A PF identificou indícios de lavagem de dinheiro relacionados ao pagamento de R$ 10.500 em caviar, entregues no Hotel Emiliano, em São Paulo. Embora Castro tenha mencionado que enviaria o comprovante via Pix, o valor foi pago pela AC Santos Participações e Empreendimentos, empresa do advogado Antônio Carlos da Conceição Santos.
O documento cita ainda o controle de uma casa de luxo em Petrópolis registrada em nome de terceiros. Mensagens mostram o ex-governador tratando as intervenções no imóvel como “minha obra” e participando do projeto de uma adega orçada em R$ 245 mil, cujo arquivo continha o título “AP Adega Claudio Castro”.

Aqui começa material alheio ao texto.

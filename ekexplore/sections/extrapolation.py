"""Resolution ladder and Richardson extrapolation of the 2D levels.

Four levels with n/2, 3n/4, n and 2n cells are solved; the result is the
extrapolation of the two finer ones, whose error falls about as n^-4. Its
error estimate (:func:`extrapolated_error`) compares it with the
extrapolations (n/2, n) and (3n/4, n); the flow alone uses the three-level
:func:`estimate`.
"""
from __future__ import annotations

import numpy as np

__all__ = ["DEFAULT_ACCURACY", "ACCURACY_FLOOR", "N_MAX", "ESTIMATE_SAFETY", "THIN_LAYER_K",
           "resolution",
           "refined", "estimate", "extrapolated_error", "rich", "richardson"]

#: Target relative error of the 2D solution when none is given [-].
DEFAULT_ACCURACY = 1e-3
#: Accuracy below which the mesh is not refined further.
ACCURACY_FLOOR = 1e-7
#: Middle-level cells across the narrow direction at the default accuracy.
N_DEFAULT = 16
#: Largest middle-level resolution (the fine level doubles it).
N_MAX = 128
#: Safety factor of :func:`extrapolated_error`. Each of its two differences is
#: exactly the error of the returned extrapolation when the extrapolated values
#: converge at fourth order; corners (third order) and levels not yet
#: asymptotic (thin layers at constant-charge walls) make them smaller. On 189
#: random points of every shape (pb and dh, both walls, KCl, CaCl2 and Na2SO4,
#: kappa*half-size 1e-2-1e4, |z e zeta/kT| 0.05-25) the estimate (with
#: THIN_LAYER_K and the kernel's charged-wall factor) was 1.17-315 times the
#: error of the returned value against levels 4 and 8 times finer, median 4.5,
#: 71 % within 10 times (the earlier estimate, the difference of the
#: extrapolations (n/2, n) and (n, 2n): 0.82-509, median 10.9, 47 %; measured
#: 2026-12; checked in tests/test_sections_kernel.py).
ESTIMATE_SAFETY = 4.0
#: kappa * reference length above which the coarse levels of the double layer
#: are not yet asymptotic although their differences look it: there the
#: estimate is at least the finest level's own, (c2 - c1)/3. Without it the
#: estimate was 0.62-0.89 times the error at 3 of 20 random points with kappa
#: a 450-1800 (polygons at constant potential; measured 2026-12).
THIN_LAYER_K = 200.0


def resolution(accuracy):
    """Middle-level cells n (a multiple of 16) for a target relative error.

    Three levels n/2, n, 2n are solved; the extrapolated error falls about as
    n^-4, so n grows as accuracy^-1/4 from 16 cells at 1e-3.
    """
    acc = max(float(accuracy), ACCURACY_FLOOR)
    n = N_DEFAULT * (DEFAULT_ACCURACY / acc) ** 0.25
    return int(min(N_MAX, max(16, 16 * int(np.ceil(n / 16.0 - 1e-9)))))


def refined(n, err, accuracy):
    """The resolution the error estimate asks for (error ~ n^-4), a multiple of 16."""
    return int(min(N_MAX, 16 * int(np.ceil(1.05 * n * (err / accuracy) ** 0.25 / 16))))


def estimate(c0, c1, c2):
    """Relative error of the extrapolation of (c1, c2), from three levels.

    Where the successive differences shrink by 2.5-6.5 per halving (the
    second-order asymptotic range), the difference between the two
    extrapolations (c0, c1) and (c1, c2); elsewhere (not yet asymptotic)
    the error estimate of the finest level itself, (c2 - c1)/3, which is
    larger and does not rely on the extrapolation.
    """
    scale = np.maximum(np.abs(c2), 1e-300)
    d1, d2 = c1 - c0, c2 - c1
    tiny = np.abs(d2) <= 1e-12 * scale
    ratio = np.where(tiny, 4.0, d1 / np.where(tiny, 1.0, d2))
    asymptotic = (ratio >= 2.5) & (ratio <= 6.5)
    three = np.abs(rich(c1, c2) - rich(c0, c1)) / scale
    two = np.abs(d2) / 3.0 / scale
    return float(np.max(np.where(asymptotic | tiny, three, np.maximum(three, two))))


def extrapolated_error(c0, cq, c1, c2, thin=False):
    """Relative error of the extrapolation rich(c1, c2) of the levels with n and
    2n cells, from two more levels with n/2 (``c0``) and 3n/4 (``cq``) cells.

    Where the extrapolated values converge at fourth order, the extrapolation
    of (n/2, n) differs from the returned one by 15 times its error, that of
    (3n/4, n) by 64/9 - 1 times (the error of an extrapolation of levels with
    a and b cells falls as 1/(a b)^2). The larger of the two, times
    :data:`ESTIMATE_SAFETY`, is returned, largest over the components; where
    the levels are not yet in the second-order range (successive differences
    shrinking by less than 2.5 or more than 6.5 per halving), and at ``thin``
    layers (see :data:`THIN_LAYER_K`) always, it is at least the error
    estimate of the finest level itself, (c2 - c1)/3.
    """
    scale = np.maximum(np.abs(c2), 1e-300)
    best = rich(c1, c2)
    half = np.abs(rich(c0, c1) - best) / 15.0
    quarter = np.abs(richardson(cq, c1, 4.0 / 3.0) - best) / (64.0 / 9.0 - 1.0)
    err = ESTIMATE_SAFETY * np.maximum(half, quarter) / scale
    d1, d2 = c1 - c0, c2 - c1
    tiny = np.abs(d2) <= 1e-12 * scale
    ratio = np.where(tiny, 4.0, d1 / np.where(tiny, 1.0, d2))
    asymptotic = tiny | ((ratio >= 2.5) & (ratio <= 6.5))
    err = np.where(asymptotic & (not thin), err, np.maximum(err, np.abs(d2) / 3.0 / scale))
    return float(np.max(err))


def richardson(c, f, r):
    """Second-order Richardson extrapolation of levels whose cells differ by r."""
    return f + (f - c) / (r * r - 1.0)


def rich(c, f):
    return (4.0 * f - c) / 3.0
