"""Regression record: the numbers of a fixed set of points must not move.

The file ``tests/data/regression_v1.npz`` holds the coupling matrix, the two
parts of the conductive coefficient, the per-ion currents, the wall potential
and charge, the error estimate and the model chosen, for several hundred
fixed points: every shape (Slit, Tube, Rectangle, Trapezoid, IsotropicEtch,
Ellipse, Polygon), every model (thin, dh, pb, auto), both wall conditions,
four electrolytes (1:1, 2:1, 1:2 and a three-ion mixture) and four
temperatures. It was recorded before the model layer was restructured, so
this test guards the restructuring: every number must agree to 1e-12
relative (the round-off of a double-precision computation done in a
different order), apart from the changes listed in ``EXPLAINED`` below, each
with its reason.

Every electrolyte is built by :func:`electrolyte` from ions defined here,
with fixed diffusivities, so that changes to the package's ion table do not
move the record. To record again (only when a change of the numbers is
intended and explained): ``python tests/test_regression.py --record``.
"""
from __future__ import annotations

import os
import sys
import warnings
from types import SimpleNamespace

import numpy as np
import pytest

import ekexplore as ek

DATA = os.path.join(os.path.dirname(__file__), "data", "regression_v1.npz")
RTOL = 1e-12
#: Error estimates are differences of nearly equal values on two grids (or
#: levels), so a round-off of 1e-16 in those values shows in them as about
#: 1e-16 absolute, however small the estimate: they are compared to 1e-14
#: absolute as well (a change far below any accuracy asked for). The 2D
#: Newton iteration stops at 1e-12 of the potential's spread, so there a
#: different start (the Donnan offset, found by one shared bisection since
#: the model layer) moves the levels by up to that: 1e-12 absolute.
ERROR_ATOL = 1e-14
ERROR_ATOL_SECTIONS = 1e-12

SECTIONS = ("Rectangle", "Trapezoid", "IsotropicEtch", "Ellipse", "Polygon")


def _is_section(label):
    return label.split("|")[0] in SECTIONS


def _bulk_advection(result):
    """Per-ion current of the bulk carried at the mean electro-osmotic
    velocity, z_i F c_i L12 [S/m], shape (n_ions, *shape)."""
    from scipy import constants
    F = constants.physical_constants["Faraday constant"][0]
    return result._cond.z_b() * F * result._cond.concentrations * result.electroosmotic


def _refined_tolerance(old_error, result):
    # A section point whose levels missed the accuracy after one refinement
    # stopped there before (silently; e.g. Ellipse, charge wall, kappa a = 178:
    # mesh error 6e-3 at n = 48 for accuracy 1e-3); since targets are met or
    # said, it refines on as far as its estimate asks (n = 96: 2e-5). Such a
    # point may move, but only within the error its old result reported.
    # Since the 2D estimate describes the extrapolated value (four levels,
    # ekexplore.sections.extrapolation.extrapolated_error), a point stops
    # refining where its own estimate meets the accuracy, which may be earlier
    # or later than before: both results bound their distance to the same exact
    # value by their estimates, so they may differ by the sum of the two.
    return np.maximum(RTOL, old_error + np.asarray(result.error_estimate))


def _sections_values(new, old, result, old_error):
    if np.allclose(new, old, rtol=RTOL, atol=0.0):
        return
    tol = _refined_tolerance(old_error, result)
    tol = tol.reshape(np.shape(tol) + (1,) * (np.ndim(new) - np.ndim(tol)))
    assert np.all(np.abs(new - old) <= tol * np.abs(old)), "moved beyond the old error"


def _sections_ion_current(new, old, result, old_error):
    # The 2D kernel counted each ion's convection as <c_i/c_i,b d>, which
    # includes the bulk advected at the electro-osmotic velocity, z_i F c_i
    # L12; the slit and tube kernels (and the counter-ion share's definition)
    # count only the excess over the bulk, <(c_i/c_i,b - 1) d>. Since the one
    # model layer, sections count the excess too: the change must be exactly
    # that bulk term.
    bulk = _bulk_advection(result)
    tol = _refined_tolerance(old_error, result)
    scale = np.maximum(np.abs(old), np.max(np.abs(bulk)))
    assert np.all(np.abs(new + bulk - old) <= tol * scale), "ion currents beyond the bulk term"


def _sections_convection(new, old, result, old_error):
    # The old sum over ions included the bulk terms above, which cancel
    # (sum_i z_i c_i = 0) but leave a round-off of about 1e-16 of their size;
    # compare to 1e-12 of that size.
    bulk = _bulk_advection(result)
    tol = _refined_tolerance(old_error, result)
    assert np.all(np.abs(new - old) <= tol * np.maximum(np.abs(old), np.max(np.abs(bulk))))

Na Barra da Tijuca, a PF analisou uma cobertura onde Castro pagava aluguel de R$ 10 mil mensais, valor inferior aos R$ 25 mil a R$ 29 mil praticados em imóveis semelhantes. A empresa proprietária da unidade a adquiriu por R$ 3,48 milhões, mas só abriu a primeira conta bancária quase três anos depois.
A apuração também detalha articulações para a renovação da licença ambiental da Refit. Mensagens entre o então secretário de Ambiente, Bernardo Rossi, e Renato Bussiere, presidente do Instituto Estadual do Ambiente (Inea), indicam esforços para superar obstáculos técnicos e buscar apoio na comissão de votação.
A representação da PF pede novos mandados de busca e apreensão, além do afastamento dos sigilos financeiro, fiscal e bursátil de investigados ligados ao núcleo político do grupo. A assessoria de Castro e a Refit não responderam aos pedidos de manifestação.